Les réformes réglementaires post-crise ont de fait surtout concerné le secteur bancaire. Catherine Karyotis et Gaëlle Le Guirriec-Milner reviennent sur la refonte de la réglementation financière et estiment que beaucoup resterait à faire pour rendre le système financier dans son ensemble plus sécurisé, voire plus éthique. Car les banques à elles seules ne représentent pas toute la finance, loin s’en faut, et la crise de 2007-2008 est née aux États-Unis et pas en premier lieu dans les banques. Or les différents acteurs financiers étaient et restent interconnectés. Et le shadow banking, i.e. la finance non régulée, cité comme source de risque actuellement, a grossi en volume depuis 2007.

Nouveaux risques

Dans le paysage post-crise, à des risques anciens qui perdurent s'ajoutent de nouveaux risques  qui pèsent négativement sur le système financier. Certains remèdes pourraient se transformer en maux. Beaucoup s’accordent à penser que les politiques monétaires non conventionnelles qui ont sauvé le système ont participé à accroître l’endettement et sont aujourd’hui sources de danger potentiel, en cas de remontée des taux.

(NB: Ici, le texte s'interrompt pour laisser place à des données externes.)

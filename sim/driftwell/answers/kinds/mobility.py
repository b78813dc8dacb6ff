"""Mobility of a cloud of ions in a gas: drift velocity over field.

    K  = v_d / |E|                                                                            (1)
    K0 = K (p / 101325 Pa) (273.15 K / T)                                                     (2)

v_d is the mean over the charges of what each moved along the axis between two times, over their
distance in time, positive where it goes the way the field pushes. K0 is the mobility at the
standard number density. Only charges that are there at both times count: where many are lost on
the way, those that were fast or slow are picked out, and the note says how many.

The error is that of a mean over charges that move independently: diffusion is in it.

References
----------
E. A. Mason, E. W. McDaniel, Transport Properties of Ions in Gases (1988), sec. 1.1 and 2.1 (from
memory).
"""

from __future__ import annotations

from typing import ClassVar, Literal, Self

import numpy as np
from numpy.typing import NDArray

from driftwell.answers.answer import Answer
from driftwell.answers.charges import weight_in_words
from driftwell.answers.evidence import Evidence, Needs
from driftwell.answers.form import AXES, Axis, QuestionForm, cloud_named, reached
from driftwell.answers.kinds.passage_question import in_order, window_in_words
from driftwell.answers.sampling import mean_error
from driftwell.constants import BOLTZMANN
from driftwell.errors import AnswerError
from driftwell.forms import (
    ElectricField,
    NonNegative,
    NonZero,
    Positive,
    Pressure,
    Temperature,
    Time,
    TrueOrFalse,
    checked,
    key,
    refuse,
)
from driftwell.forms.spelling import spelled

Floats = NDArray[np.float64]

STANDARD_DENSITY = 101325.0 / (BOLTZMANN * 273.15)
"""1/m^3, of a gas at 273.15 K and 101325 Pa."""
TOWNSEND = 1e-21
"""V m^2."""


class Mobility(QuestionForm):
    """Drift velocity over field."""

    unit: ClassVar[str] = "m^2/(V s)"
    ask: Literal["mobility"] = key("mobility: drift velocity over electric field")
    axis: Axis = key("axis of the field", default="z")
    field: NonZero[ElectricField] = key(
        "electric field along the axis, with its sign", example="100 V/m"
    )
    over: tuple[NonNegative[Time], NonNegative[Time]] = key(
        "the stretch of time between whose ends the drift is taken", example=["1 ms", "5 ms"]
    )
    reduced: TrueOrFalse = key(
        "true: K0, at the standard density of the gas; false: K", default=False
    )
    pressure: Positive[Pressure] | None = key(
        "pressure of the gas, for K0", default=None, example="100 Pa"
    )
    temperature: Positive[Temperature] | None = key(
        "temperature of the gas, for K0", default=None, example="300 K"
    )

    @checked
    def _gas_known(self) -> Self:
        in_order(self.over)
        if self.reduced and (self.pressure is None or self.temperature is None):
            raise refuse("reduced = true needs `pressure` and `temperature` of the gas")
        return self

    def needs(self, duration: float) -> Needs:
        return Needs(snapshots=self.over)

    def times(self) -> dict[str, float]:
        return {"over": self.over[1]}

    def answer(self, evidence: Evidence) -> Answer:
        cloud = cloud_named(evidence, self.of)
        if cloud.charge == 0.0:
            raise AnswerError("particles without charge have no mobility")
        moved, gone = self._moved(evidence, cloud.index)
        if moved.size == 0:
            raise AnswerError(f'no charge of "{self.of}" is left {window_in_words(self.over)}')
        way = np.sign(cloud.charge) / (self.over[1] - self.over[0]) / self.field
        value, spread = float(moved.mean() * way), mean_error(moved)
        error = None if spread is None else spread * abs(float(way))
        notes = [f"{moved.size} charges{weight_in_words(cloud)}"]
        if gone:
            notes.append(f"{gone} more were lost on the way")
        notes.append(f"drift {spelled(value * abs(self.field), 'm/s', 4)}")
        if self.pressure is not None and self.temperature is not None:
            density = self.pressure / (BOLTZMANN * self.temperature)
            other = value * density / STANDARD_DENSITY
            notes.append(f"E/n {abs(self.field) / density / TOWNSEND:.4g} Td")
            notes.append(
                f"K {value:.4g} m^2/(V s)" if self.reduced else f"K0 {other:.4g} m^2/(V s)"
            )
            if self.reduced:
                error = None if error is None else error * density / STANDARD_DENSITY
                value = other
        if error is None:
            notes.append("too few charges to tell an error from")
        return self.answered(value, error, "; ".join(notes))

    def _moved(self, evidence: Evidence, cloud: int) -> tuple[Floats, int]:
        """What each charge moved along the axis, m, and how many were lost between the times."""
        reached(self.over[1], evidence)
        first, last = (evidence.snapshot(time) for time in self.over)
        axis = AXES.index(self.axis)
        before, after = first.id[first.cloud == cloud], last.id[last.cloud == cloud]
        _, a, b = np.intersect1d(before, after, assume_unique=True, return_indices=True)
        start = first.position[first.cloud == cloud][a, axis]
        end = last.position[last.cloud == cloud][b, axis]
        return end - start, int(before.size - a.size)

    def words(self) -> str:
        which = "reduced mobility" if self.reduced else "mobility"
        return (
            f'{which} of cloud "{self.of}" along {self.axis} in {spelled(self.field, "V/m")}, '
            f"{window_in_words(self.over)}"
        )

Ainsi, des auteurs aussi différents que Patrick Artus et Jean-Michel Naulot livrent des analyses macroéconomiques des fragilités actuelles qui convergent sur certains points : l’attention au rythme de sortie des politiques monétaires, le risque de liquidité et l’évolution des taux d’endettement.

Lors de la présentation, fin juin, du rapport sur l’évaluation des risques du système financier français, Sylvie Goulard, sous-gouverneur de la Banque de France, a déclaré : « Les institutions financières françaises sont résilientes mais une hausse des taux d’intérêt de long terme pourrait devenir une source de risque si elle est brutale. » Ce rapport semestriel, qui s’achève sur les risques liés au shadow banking, identifie deux risques de niveau élevé, avec une perspective en hausse pour les six prochains mois : l’endettement du secteur privé en France, l’accumulation de liquidité et la forte croissance des opérations à effet de levier (LBO) ; et le risque de marché, avec le risque de correction abrupte des prises de risque.

Enfin, dans une perspective historique, Hubert Bonin rappelle dans son article qu’aucune crise ne doit être considérée comme la dernière.